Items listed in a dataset
========================

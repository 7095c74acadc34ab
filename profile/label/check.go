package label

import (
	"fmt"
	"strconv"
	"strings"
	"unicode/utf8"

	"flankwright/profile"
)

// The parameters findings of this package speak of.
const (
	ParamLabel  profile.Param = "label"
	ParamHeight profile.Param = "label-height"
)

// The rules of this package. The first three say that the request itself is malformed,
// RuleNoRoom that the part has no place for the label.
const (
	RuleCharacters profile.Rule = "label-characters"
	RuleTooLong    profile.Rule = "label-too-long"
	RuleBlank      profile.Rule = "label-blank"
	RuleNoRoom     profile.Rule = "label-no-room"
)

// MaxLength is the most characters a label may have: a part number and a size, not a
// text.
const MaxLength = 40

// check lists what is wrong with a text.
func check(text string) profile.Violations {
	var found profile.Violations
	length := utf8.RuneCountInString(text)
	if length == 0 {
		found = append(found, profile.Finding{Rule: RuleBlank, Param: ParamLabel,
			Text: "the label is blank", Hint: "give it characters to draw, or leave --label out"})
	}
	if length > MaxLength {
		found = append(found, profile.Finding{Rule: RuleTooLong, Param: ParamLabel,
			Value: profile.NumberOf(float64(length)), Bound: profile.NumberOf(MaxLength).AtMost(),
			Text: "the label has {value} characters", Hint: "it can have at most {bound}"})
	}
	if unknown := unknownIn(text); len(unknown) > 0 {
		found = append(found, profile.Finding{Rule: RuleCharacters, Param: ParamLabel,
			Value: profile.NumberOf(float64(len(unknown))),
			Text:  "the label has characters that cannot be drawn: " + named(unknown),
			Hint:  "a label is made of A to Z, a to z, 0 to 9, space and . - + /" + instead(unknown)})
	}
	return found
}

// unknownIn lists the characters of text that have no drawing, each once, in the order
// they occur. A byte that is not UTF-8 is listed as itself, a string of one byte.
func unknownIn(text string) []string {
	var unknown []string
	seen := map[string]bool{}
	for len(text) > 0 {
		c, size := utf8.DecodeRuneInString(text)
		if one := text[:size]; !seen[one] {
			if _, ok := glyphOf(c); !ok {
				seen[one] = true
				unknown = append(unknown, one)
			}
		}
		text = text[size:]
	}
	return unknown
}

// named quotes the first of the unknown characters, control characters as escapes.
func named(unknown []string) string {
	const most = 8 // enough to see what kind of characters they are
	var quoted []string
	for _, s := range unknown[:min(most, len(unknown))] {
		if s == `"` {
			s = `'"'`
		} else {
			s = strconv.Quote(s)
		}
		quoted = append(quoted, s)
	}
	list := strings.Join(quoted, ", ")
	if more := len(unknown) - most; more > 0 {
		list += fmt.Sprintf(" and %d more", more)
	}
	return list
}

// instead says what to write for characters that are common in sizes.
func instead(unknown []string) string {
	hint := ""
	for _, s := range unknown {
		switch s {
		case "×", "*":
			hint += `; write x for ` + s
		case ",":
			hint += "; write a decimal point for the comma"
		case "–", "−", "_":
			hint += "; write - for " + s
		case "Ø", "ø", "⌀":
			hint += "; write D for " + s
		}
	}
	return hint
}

========================

• [Description of the task]:
Provide solely the number of lines in the data that include the word "return".

• [Exercise output]:
4